> Assignment:
The records that follow are to be transcribed word for word.

> Raw data:
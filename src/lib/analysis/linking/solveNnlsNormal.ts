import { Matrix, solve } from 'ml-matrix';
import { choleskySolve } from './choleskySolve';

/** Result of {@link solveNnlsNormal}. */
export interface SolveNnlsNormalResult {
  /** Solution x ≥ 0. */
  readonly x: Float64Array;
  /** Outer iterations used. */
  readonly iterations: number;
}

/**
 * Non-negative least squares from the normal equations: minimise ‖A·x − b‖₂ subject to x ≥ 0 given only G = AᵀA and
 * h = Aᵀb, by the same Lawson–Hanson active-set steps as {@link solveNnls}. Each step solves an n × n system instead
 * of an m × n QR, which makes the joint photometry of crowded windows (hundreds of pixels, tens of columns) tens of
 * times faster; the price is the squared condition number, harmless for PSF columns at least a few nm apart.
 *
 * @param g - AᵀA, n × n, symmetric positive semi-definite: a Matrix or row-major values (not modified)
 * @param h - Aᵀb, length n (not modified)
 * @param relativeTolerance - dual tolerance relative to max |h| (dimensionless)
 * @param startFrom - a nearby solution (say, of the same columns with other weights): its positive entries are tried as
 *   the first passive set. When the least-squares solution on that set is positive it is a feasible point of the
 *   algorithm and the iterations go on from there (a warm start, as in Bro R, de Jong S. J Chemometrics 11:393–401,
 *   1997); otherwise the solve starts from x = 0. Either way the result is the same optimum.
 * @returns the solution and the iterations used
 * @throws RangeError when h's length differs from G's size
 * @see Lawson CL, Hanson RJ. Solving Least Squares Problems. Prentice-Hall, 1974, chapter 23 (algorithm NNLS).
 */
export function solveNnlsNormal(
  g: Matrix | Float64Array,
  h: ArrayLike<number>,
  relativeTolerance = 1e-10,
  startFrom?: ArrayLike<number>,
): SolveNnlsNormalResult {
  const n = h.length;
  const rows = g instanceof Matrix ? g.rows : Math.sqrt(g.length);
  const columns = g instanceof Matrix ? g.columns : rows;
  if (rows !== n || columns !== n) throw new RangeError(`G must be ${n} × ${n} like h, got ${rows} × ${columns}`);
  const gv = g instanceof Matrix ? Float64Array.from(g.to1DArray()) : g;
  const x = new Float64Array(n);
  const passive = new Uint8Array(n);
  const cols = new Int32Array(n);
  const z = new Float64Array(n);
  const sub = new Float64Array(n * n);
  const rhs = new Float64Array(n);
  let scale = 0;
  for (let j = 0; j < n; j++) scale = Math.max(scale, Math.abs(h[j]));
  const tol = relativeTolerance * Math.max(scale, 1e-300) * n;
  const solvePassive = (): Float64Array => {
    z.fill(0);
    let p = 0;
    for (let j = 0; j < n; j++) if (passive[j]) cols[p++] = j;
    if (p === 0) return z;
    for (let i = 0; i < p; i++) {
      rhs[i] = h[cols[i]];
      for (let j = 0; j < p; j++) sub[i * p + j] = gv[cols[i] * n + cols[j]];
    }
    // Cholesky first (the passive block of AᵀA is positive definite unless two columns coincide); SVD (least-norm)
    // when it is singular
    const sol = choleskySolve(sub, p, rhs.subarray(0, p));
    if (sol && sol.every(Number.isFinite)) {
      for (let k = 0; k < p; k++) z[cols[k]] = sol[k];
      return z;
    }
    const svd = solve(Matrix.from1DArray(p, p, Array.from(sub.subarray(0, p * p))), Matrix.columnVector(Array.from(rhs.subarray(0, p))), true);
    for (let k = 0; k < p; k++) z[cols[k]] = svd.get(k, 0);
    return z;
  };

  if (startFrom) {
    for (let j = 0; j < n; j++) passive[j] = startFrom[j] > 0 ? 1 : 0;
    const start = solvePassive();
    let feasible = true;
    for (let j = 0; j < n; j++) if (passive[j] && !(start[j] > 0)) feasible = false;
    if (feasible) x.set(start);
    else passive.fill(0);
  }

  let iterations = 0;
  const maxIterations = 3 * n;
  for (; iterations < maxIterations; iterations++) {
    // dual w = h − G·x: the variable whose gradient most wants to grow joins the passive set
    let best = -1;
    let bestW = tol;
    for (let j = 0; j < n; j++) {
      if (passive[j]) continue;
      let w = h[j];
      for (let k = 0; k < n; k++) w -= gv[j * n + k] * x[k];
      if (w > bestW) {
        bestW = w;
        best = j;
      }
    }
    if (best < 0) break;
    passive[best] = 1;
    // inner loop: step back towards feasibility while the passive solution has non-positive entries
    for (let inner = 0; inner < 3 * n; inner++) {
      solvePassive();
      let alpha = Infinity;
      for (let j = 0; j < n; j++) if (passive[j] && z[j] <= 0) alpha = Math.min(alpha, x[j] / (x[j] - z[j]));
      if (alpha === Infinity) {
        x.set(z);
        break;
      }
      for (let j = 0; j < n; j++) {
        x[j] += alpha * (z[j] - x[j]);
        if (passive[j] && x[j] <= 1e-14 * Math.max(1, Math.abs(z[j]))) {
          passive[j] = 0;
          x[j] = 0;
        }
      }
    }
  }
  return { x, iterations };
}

> Answer to this task:
filename src/lib/analysis/linking/solveNnlsNormal.ts
import { Matrix, solve } from 'ml-matrix';
import { choleskySolve } from './choleskySolve';

/** Result of {@link solveNnlsNormal}. */
export interface SolveNnlsNormalResult {
  /** Solution x ≥ 0. */
  readonly x: Float64Array;
  /** Outer iterations used. */
  readonly iterations: number;
}

/**
 * Non-negative least squares from the normal equations: minimise ‖A·x − b‖₂ subject to x ≥ 0 given only G = AᵀA and
 * h = Aᵀb, by the same Lawson–Hanson active-set steps as {@link solveNnls}. Each step solves an n × n system instead
 * of an m × n QR, which makes the joint photometry of crowded windows (hundreds of pixels, tens of columns) tens of
 * times faster; the price is the squared condition number, harmless for PSF columns at least a few nm apart.
 *
 * @param g - AᵀA, n × n, symmetric positive semi-definite: a Matrix or row-major values (not modified)
 * @param h - Aᵀb, length n (not modified)
 * @param relativeTolerance - dual tolerance relative to max |h| (dimensionless)
 * @param startFrom - a nearby solution (say, of the same columns with other weights): its positive entries are tried as
 *   the first passive set. When the least-squares solution on that set is positive it is a feasible point of the
 *   algorithm and the iterations go on from there (a warm start, as in Bro R, de Jong S. J Chemometrics 11:393–401,
 *   1997); otherwise the solve starts from x = 0. Either way the result is the same optimum.
 * @returns the solution and the iterations used
 * @throws RangeError when h's length differs from G's size
 * @see Lawson CL, Hanson RJ. Solving Least Squares Problems. Prentice-Hall, 1974, chapter 23 (algorithm NNLS).
 */
export function solveNnlsNormal(
  g: Matrix | Float64Array,
  h: ArrayLike<number>,
  relativeTolerance = 1e-10,
  startFrom?: ArrayLike<number>,
): SolveNnlsNormalResult {
  const n = h.length;
  const rows = g instanceof Matrix ? g.rows : Math.sqrt(g.length);
  const columns = g instanceof Matrix ? g.columns : rows;
  if (rows !== n || columns !== n) throw new RangeError(`G must be ${n} × ${n} like h, got ${rows} × ${columns}`);
  const gv = g instanceof Matrix ? Float64Array.from(g.to1DArray()) : g;
  const x = new Float64Array(n);
  const passive = new Uint8Array(n);
  const cols = new Int32Array(n);
  const z = new Float64Array(n);
  const sub = new Float64Array(n * n);
  const rhs = new Float64Array(n);
  let scale = 0;
  for (let j = 0; j < n; j++) scale = Math.max(scale, Math.abs(h[j]));
  const tol = relativeTolerance * Math.max(scale, 1e-300) * n;
  const solvePassive = (): Float64Array => {
    z.fill(0);
    let p = 0;
    for (let j = 0; j < n; j++) if (passive[j]) cols[p++] = j;
    if (p === 0) return z;
    for (let i = 0; i < p; i++) {
      rhs[i] = h[cols[i]];
      for (let j = 0; j < p; j++) sub[i * p + j] = gv[cols[i] * n + cols[j]];
    }
    // Cholesky first (the passive block of AᵀA is positive definite unless two columns coincide); SVD (least-norm)
    // when it is singular
    const sol = choleskySolve(sub, p, rhs.subarray(0, p));
    if (sol && sol.every(Number.isFinite)) {
      for (let k = 0; k < p; k++) z[cols[k]] = sol[k];
      return z;
    }
    const svd = solve(Matrix.from1DArray(p, p, Array.from(sub.subarray(0, p * p))), Matrix.columnVector(Array.from(rhs.subarray(0, p))), true);
    for (let k = 0; k < p; k++) z[cols[k]] = svd.get(k, 0);
    return z;
  };

  if (startFrom) {
    for (let j = 0; j < n; j++) passive[j] = startFrom[j] > 0 ? 1 : 0;
    const start = solvePassive();
    let feasible = true;
    for (let j = 0; j < n; j++) if (passive[j] && !(start[j] > 0)) feasible = false;
    if (feasible) x.set(start);
    else passive.fill(0);
  }

  let iterations = 0;
  const maxIterations = 3 * n;
  for (; iterations < maxIterations; iterations++) {
    // dual w = h − G·x: the variable whose gradient most wants to grow joins the passive set
    let best = -1;
    let bestW = tol;
    for (let j = 0; j < n; j++) {
      if (passive[j]) continue;
      let w = h[j];
      for (let k = 0; k < n; k++) w -= gv[j * n + k] * x[k];
      if (w > bestW) {
        bestW = w;
        best = j;
      }
    }
    if (best < 0) break;
    passive[best] = 1;
    // inner loop: step back towards feasibility while the passive solution has non-positive entries
    for (let inner = 0; inner < 3 * n; inner++) {
      solvePassive();
      let alpha = Infinity;
      for (let j = 0; j < n; j++) if (passive[j] && z[j] <= 0) alpha = Math.min(alpha, x[j] / (x[j] - z[j]));
      if (alpha === Infinity) {
        x.set(z);
        break;
      }
      for (let j = 0; j < n; j++) {
        x[j] += alpha * (z[j] - x[j]);
        if (passive[j] && x[j] <= 1e-14 * Math.max(1, Math.abs(z[j]))) {
          passive[j] = 0;
          x[j] = 0;
        }
      }
    }
  }
  return { x, iterations };
}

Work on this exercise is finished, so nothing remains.